### Directions
From the first line through the line containing "Indexing with slices", transcribe the records exactly and include no other lines.

[Stored data entries]
□ □ □ □ □ □ □
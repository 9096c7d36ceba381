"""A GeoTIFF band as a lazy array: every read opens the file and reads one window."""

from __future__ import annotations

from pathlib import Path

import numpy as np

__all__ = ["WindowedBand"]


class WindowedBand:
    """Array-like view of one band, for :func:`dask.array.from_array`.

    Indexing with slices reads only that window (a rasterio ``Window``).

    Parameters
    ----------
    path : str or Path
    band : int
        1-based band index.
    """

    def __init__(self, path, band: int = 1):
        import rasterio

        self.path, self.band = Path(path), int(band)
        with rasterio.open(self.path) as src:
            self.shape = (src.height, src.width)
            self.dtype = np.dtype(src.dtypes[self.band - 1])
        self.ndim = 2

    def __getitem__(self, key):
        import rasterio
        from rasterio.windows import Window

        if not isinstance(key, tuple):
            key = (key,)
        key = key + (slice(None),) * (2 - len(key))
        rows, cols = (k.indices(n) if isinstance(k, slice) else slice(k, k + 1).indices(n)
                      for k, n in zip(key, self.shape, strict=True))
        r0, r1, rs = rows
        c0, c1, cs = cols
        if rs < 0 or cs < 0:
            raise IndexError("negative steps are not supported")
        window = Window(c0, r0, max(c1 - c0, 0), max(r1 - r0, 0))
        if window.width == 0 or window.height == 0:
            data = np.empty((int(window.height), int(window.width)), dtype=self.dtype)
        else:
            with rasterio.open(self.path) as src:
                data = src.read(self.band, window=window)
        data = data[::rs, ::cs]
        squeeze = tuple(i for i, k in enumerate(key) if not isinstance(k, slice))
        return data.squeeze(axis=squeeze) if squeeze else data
□ □ □ □ □ □ □
### Answer to this task
repository 9096c7d36ceba381
"""A GeoTIFF band as a lazy array: every read opens the file and reads one window."""

from __future__ import annotations

from pathlib import Path

import numpy as np

__all__ = ["WindowedBand"]


class WindowedBand:
    """Array-like view of one band, for :func:`dask.array.from_array`.

    Indexing with slices reads only that window (a rasterio ``Window``).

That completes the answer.